**Brief:** The response must consist of the lines below from the one with "and the choice" through the one with "pole's small rate.", exactly as they appear and with both ends kept.

**Data in this exercise:**
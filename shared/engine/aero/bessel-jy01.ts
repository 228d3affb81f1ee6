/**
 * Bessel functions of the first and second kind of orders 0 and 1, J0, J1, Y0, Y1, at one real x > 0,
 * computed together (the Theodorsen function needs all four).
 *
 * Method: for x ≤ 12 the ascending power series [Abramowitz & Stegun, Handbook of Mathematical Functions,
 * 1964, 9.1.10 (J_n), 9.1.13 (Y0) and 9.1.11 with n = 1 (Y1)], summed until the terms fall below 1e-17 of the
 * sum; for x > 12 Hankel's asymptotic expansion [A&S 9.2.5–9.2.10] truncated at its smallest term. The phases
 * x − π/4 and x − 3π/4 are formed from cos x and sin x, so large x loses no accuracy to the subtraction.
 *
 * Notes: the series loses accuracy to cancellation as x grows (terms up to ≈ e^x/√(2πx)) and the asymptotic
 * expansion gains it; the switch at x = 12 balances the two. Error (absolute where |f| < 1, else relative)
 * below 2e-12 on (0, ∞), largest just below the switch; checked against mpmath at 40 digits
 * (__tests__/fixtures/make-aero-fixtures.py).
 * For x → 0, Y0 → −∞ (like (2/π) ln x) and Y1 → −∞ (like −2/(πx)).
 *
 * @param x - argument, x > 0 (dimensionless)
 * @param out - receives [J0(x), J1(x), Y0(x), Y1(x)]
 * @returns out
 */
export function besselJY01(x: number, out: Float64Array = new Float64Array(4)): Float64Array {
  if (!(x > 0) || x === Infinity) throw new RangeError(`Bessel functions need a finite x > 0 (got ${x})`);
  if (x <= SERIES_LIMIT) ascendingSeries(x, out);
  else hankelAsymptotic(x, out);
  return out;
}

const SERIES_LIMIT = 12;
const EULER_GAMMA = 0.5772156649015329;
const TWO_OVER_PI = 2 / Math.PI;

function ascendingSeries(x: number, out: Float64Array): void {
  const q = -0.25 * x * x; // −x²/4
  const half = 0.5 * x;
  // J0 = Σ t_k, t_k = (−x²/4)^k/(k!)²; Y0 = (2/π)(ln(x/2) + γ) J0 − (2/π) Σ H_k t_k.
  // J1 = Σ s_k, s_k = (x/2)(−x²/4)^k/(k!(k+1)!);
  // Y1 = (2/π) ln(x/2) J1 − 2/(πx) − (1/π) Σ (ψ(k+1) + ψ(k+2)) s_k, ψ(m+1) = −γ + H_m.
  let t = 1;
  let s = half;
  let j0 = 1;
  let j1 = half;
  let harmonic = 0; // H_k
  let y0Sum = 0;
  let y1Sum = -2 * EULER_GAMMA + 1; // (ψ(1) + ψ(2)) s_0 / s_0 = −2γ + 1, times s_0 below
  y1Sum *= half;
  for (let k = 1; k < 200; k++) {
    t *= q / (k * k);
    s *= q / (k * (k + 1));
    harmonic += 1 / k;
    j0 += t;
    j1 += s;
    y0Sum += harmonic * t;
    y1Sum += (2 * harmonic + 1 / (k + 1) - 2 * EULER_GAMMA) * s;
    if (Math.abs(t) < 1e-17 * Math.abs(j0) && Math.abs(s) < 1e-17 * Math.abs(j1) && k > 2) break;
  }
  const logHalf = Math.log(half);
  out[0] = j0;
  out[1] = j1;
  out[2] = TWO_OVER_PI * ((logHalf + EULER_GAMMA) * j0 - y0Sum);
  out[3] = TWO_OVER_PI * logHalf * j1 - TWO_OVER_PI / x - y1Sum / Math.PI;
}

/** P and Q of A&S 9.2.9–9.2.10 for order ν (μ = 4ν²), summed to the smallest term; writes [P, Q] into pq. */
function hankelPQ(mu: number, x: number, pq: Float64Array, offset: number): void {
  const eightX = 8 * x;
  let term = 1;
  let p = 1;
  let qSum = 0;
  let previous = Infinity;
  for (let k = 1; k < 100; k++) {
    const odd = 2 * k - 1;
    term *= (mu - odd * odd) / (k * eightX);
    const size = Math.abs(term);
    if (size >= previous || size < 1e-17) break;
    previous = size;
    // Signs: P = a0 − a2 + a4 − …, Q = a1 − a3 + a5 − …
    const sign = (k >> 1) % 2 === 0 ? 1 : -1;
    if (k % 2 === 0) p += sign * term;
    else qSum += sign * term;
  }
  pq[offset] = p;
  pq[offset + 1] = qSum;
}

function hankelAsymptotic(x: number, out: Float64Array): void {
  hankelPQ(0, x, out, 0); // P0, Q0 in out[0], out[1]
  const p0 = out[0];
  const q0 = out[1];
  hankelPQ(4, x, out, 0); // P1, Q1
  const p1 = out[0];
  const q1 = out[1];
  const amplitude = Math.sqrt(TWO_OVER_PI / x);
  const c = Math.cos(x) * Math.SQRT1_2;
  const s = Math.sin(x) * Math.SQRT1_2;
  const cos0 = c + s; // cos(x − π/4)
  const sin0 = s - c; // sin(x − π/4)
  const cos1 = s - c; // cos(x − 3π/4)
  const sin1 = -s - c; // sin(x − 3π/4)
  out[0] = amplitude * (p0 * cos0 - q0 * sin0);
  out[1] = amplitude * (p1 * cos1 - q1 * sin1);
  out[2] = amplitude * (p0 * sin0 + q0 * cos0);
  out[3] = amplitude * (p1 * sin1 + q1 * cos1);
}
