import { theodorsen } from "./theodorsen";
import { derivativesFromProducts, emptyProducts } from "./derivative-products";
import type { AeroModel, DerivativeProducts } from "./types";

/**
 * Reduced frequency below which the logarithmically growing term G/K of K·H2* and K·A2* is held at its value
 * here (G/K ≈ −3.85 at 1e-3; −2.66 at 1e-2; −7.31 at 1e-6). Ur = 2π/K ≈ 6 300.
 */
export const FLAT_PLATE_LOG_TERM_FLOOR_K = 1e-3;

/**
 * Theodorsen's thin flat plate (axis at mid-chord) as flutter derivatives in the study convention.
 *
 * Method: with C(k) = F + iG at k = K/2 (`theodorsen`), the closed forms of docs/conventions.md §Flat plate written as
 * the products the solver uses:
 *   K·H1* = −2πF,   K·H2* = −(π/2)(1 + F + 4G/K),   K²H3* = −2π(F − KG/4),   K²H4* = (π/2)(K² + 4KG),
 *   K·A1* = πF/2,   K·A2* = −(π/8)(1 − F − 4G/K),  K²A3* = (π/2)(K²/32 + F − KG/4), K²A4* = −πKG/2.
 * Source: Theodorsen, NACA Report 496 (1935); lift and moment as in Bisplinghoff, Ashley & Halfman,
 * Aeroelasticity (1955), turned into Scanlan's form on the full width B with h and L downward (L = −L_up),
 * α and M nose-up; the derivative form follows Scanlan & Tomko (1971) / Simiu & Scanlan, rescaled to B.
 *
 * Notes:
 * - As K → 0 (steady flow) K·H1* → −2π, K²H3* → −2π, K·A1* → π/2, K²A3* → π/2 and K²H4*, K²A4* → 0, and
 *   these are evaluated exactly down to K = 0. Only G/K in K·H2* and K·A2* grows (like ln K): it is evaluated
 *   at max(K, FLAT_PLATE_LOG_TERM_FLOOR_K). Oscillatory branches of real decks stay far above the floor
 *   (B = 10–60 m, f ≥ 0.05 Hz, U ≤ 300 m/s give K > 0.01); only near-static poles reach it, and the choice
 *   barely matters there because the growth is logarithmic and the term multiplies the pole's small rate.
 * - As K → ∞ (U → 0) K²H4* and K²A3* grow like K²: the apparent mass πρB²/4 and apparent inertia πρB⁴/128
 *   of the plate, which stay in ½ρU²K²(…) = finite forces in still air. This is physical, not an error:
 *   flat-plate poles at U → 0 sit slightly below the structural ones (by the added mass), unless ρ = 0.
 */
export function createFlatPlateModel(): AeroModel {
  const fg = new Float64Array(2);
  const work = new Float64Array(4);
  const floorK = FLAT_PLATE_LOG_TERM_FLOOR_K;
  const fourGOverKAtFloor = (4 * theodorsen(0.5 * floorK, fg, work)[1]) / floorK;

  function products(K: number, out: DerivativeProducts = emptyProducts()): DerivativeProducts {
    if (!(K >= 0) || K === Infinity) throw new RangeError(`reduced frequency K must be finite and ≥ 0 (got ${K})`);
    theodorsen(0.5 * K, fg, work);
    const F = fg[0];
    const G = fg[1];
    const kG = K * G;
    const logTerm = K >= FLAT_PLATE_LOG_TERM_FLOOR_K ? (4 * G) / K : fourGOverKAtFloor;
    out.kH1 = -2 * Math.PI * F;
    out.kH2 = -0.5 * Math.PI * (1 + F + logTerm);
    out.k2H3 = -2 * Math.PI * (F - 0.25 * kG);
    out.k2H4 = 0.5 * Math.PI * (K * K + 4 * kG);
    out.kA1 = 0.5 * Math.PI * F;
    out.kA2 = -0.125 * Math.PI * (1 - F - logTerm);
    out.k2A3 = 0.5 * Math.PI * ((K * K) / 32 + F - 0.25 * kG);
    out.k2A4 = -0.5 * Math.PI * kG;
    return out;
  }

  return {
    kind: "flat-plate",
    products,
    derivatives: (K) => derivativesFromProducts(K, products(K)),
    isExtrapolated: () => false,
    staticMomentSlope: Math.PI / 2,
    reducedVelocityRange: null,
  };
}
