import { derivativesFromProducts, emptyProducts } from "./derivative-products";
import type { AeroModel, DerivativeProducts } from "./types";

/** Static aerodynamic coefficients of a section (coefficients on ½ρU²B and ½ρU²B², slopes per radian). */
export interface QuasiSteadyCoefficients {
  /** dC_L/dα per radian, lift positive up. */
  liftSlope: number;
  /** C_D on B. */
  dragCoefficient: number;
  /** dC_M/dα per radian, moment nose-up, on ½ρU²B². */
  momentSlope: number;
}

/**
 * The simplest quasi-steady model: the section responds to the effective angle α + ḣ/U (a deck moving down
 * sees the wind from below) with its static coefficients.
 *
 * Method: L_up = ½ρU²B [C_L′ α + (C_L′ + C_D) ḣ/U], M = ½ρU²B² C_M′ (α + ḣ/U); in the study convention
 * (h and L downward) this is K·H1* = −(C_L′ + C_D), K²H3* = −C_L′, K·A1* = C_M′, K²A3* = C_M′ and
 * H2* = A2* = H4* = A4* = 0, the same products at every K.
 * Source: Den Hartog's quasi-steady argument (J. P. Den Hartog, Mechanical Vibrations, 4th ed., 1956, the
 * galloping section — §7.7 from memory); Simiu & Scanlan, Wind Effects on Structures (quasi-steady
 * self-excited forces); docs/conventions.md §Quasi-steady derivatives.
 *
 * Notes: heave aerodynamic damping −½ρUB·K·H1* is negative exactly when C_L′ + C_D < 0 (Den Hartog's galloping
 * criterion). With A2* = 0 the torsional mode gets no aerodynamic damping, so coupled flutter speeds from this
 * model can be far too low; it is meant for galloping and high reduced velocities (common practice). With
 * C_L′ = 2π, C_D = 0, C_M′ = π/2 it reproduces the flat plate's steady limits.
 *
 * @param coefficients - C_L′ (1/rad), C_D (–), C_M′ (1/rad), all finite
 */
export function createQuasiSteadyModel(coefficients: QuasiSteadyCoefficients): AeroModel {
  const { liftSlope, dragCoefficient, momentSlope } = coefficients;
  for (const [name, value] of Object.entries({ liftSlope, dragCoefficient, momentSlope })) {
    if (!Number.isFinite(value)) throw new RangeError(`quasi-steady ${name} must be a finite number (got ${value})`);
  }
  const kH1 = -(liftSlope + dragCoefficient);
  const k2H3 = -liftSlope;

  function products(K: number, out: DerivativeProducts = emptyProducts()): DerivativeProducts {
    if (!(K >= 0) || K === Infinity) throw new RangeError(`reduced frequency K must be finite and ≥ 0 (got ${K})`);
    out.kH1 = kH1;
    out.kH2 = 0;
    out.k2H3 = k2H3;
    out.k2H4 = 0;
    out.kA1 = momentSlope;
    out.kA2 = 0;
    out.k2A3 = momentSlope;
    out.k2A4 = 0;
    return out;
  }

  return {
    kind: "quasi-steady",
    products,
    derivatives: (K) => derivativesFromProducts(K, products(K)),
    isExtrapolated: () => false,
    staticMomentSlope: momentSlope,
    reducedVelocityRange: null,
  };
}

**Result of this task:**
 *   (B = 10–60 m, f ≥ 0.05 Hz, U ≤ 300 m/s give K > 0.01); only near-static poles reach it, and the choice
 *   barely matters there because the growth is logarithmic and the term multiplies the pole's small rate.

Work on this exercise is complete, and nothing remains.